▶ ACTIVITY: The stretch wanted below opens at the line containing "readonly machinability: number | null" and closes at the line containing "export const cutRefusalCodes". Please return it exactly, with no other lines.

▶ RECORDED DATA:
☆ ☆ ☆ ☆

/**
 * What is cut and with what. Hardness on Mohs' scale, density in kg/m³, both common figures from memory; a
 * shop's own material takes the same shape.
 */

export interface WorkMaterial {
  readonly name: string
  /**
   * Machinability number N of the feed equation: Zeng and Kim 1992, from memory. Null where none is known; then
   * no feed is told.
   */
  readonly machinability: number | null
  readonly mohs: number
  readonly density: number
  /** Metals are cut less thick than the rest. */
  readonly metal: boolean
  /** Why no jet cuts it, whatever its hardness. */
  readonly never?: 'shatters' | undefined
}

const of = (name: string, machinability: number | null, mohs: number, density: number, metal: boolean) => ({
  name,
  machinability,
  mohs,
  density,
  metal,
})

export const workMaterials = {
  'stainless-304': of('Stainless steel 304', 81.9, 6, 8000, true),
  'stainless-316l': of('Stainless steel 316L', 83.1, 6, 8000, true),
  'mild-steel': of('Mild steel', 87.6, 4.5, 7850, true),
  copper: of('Copper', 110, 3, 8960, true),
  titanium: of('Titanium', 115, 6, 4510, true),
  'cast-iron': of('Cast iron', 121, 5, 7200, true),
  aluminium: of('Aluminium', 213, 2.75, 2700, true),
  granite: of('Granite', 322, 7, 2700, false),
  glass: of('Glass, annealed', 596, 5.5, 2500, false),
  // In the table so that asking for them is answered: neither can be cut (common practice, no source).
  'tempered-glass': { ...of('Tempered glass', null, 5.5, 2500, false), never: 'shatters' },
  diamond: of('Diamond', null, 10, 3510, false),
} as const satisfies Record<string, WorkMaterial>
export type WorkMaterialCode = keyof typeof workMaterials

export interface Abrasive {
  readonly name: string
  /** Factor f of the feed equation. */
  readonly factor: number
  /** Grains are not all alike: softest and hardest. */
  readonly mohs: readonly [number, number]
}

/** f is 1 for garnet (Zeng and Kim 1992, from memory); hardness: common practice, no source. */
export const abrasives = {
  garnet: { name: 'Garnet', factor: 1, mohs: [7.5, 8.5] },
} as const satisfies Record<string, Abrasive>
export type AbrasiveCode = keyof typeof abrasives

export const cutRefusalCodes = [
  /** Stressed throughout: it bursts as soon as its skin is broken. */
  'shatters',
  /** Not softer than the hardest grain of the abrasive. */
  'harder-than-abrasive',
] as const
export type CutRefusalCode = (typeof cutRefusalCodes)[number]

export interface CutRefusal {
  readonly kind: 'refused'
  readonly code: CutRefusalCode
  readonly mohs: number
  readonly abrasiveMohs: number
}

/** Why a material cannot be cut with an abrasive; null when it can. */
export function cutRefusal(material: WorkMaterial, abrasive: Abrasive): CutRefusal | null {
  const { mohs, never } = material
  const abrasiveMohs = abrasive.mohs[1]
  if (never) return { kind: 'refused', code: never, mohs, abrasiveMohs }
  if (!(mohs < abrasiveMohs)) return { kind: 'refused', code: 'harder-than-abrasive', mohs, abrasiveMohs }
  return null
}

/** Thickest plate cut in practice, mm: common practice, no source. */
export const THICKEST_METAL = 150
export const THICKEST_OTHER = 450

export type MaterialNote =
  /** Thicker than is cut in practice; `limit` in mm. */
  | { readonly code: 'thicker-than-practice'; readonly limit: number }
  /** As hard as the softer grains, which then wear without cutting; `limit` on Mohs' scale. */
  | { readonly code: 'nearly-as-hard-as-abrasive'; readonly limit: number }

/** What speaks against a cut without forbidding it. */
export function materialNotes(material: WorkMaterial, abrasive: Abrasive, thickness: number): MaterialNote[] {
  const notes: MaterialNote[] = []
  const limit = material.metal ? THICKEST_METAL : THICKEST_OTHER
  if (thickness > limit) notes.push({ code: 'thicker-than-practice', limit })
  if (material.mohs >= abrasive.mohs[0] && material.mohs < abrasive.mohs[1])
    notes.push({ code: 'nearly-as-hard-as-abrasive', limit: abrasive.mohs[0] })
  return notes
}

☆ ☆ ☆ ☆

▶ EXERCISE RESULT:
  readonly machinability: number | null
  readonly mohs: number
  readonly density: number
  /** Metals are cut less thick than the rest. */
  readonly metal: boolean
  /** Why no jet cuts it, whatever its hardness. */
  readonly never?: 'shatters' | undefined
}

const of = (name: string, machinability: number | null, mohs: number, density: number, metal: boolean) => ({
  name,
  machinability,
  mohs,
  density,
  metal,
})

export const workMaterials = {
  'stainless-304': of('Stainless steel 304', 81.9, 6, 8000, true),
  'stainless-316l': of('Stainless steel 316L', 83.1, 6, 8000, true),
  'mild-steel': of('Mild steel', 87.6, 4.5, 7850, true),
  copper: of('Copper', 110, 3, 8960, true),
  titanium: of('Titanium', 115, 6, 4510, true),
  'cast-iron': of('Cast iron', 121, 5, 7200, true),
  aluminium: of('Aluminium', 213, 2.75, 2700, true),
  granite: of('Granite', 322, 7, 2700, false),
  glass: of('Glass, annealed', 596, 5.5, 2500, false),
  // In the table so that asking for them is answered: neither can be cut (common practice, no source).
  'tempered-glass': { ...of('Tempered glass', null, 5.5, 2500, false), never: 'shatters' },
  diamond: of('Diamond', null, 10, 3510, false),
} as const satisfies Record<string, WorkMaterial>
export type WorkMaterialCode = keyof typeof workMaterials

export interface Abrasive {
  readonly name: string
  /** Factor f of the feed equation. */
  readonly factor: number
  /** Grains are not all alike: softest and hardest. */
  readonly mohs: readonly [number, number]
}

/** f is 1 for garnet (Zeng and Kim 1992, from memory); hardness: common practice, no source. */
export const abrasives = {
  garnet: { name: 'Garnet', factor: 1, mohs: [7.5, 8.5] },
} as const satisfies Record<string, Abrasive>
export type AbrasiveCode = keyof typeof abrasives

export const cutRefusalCodes = [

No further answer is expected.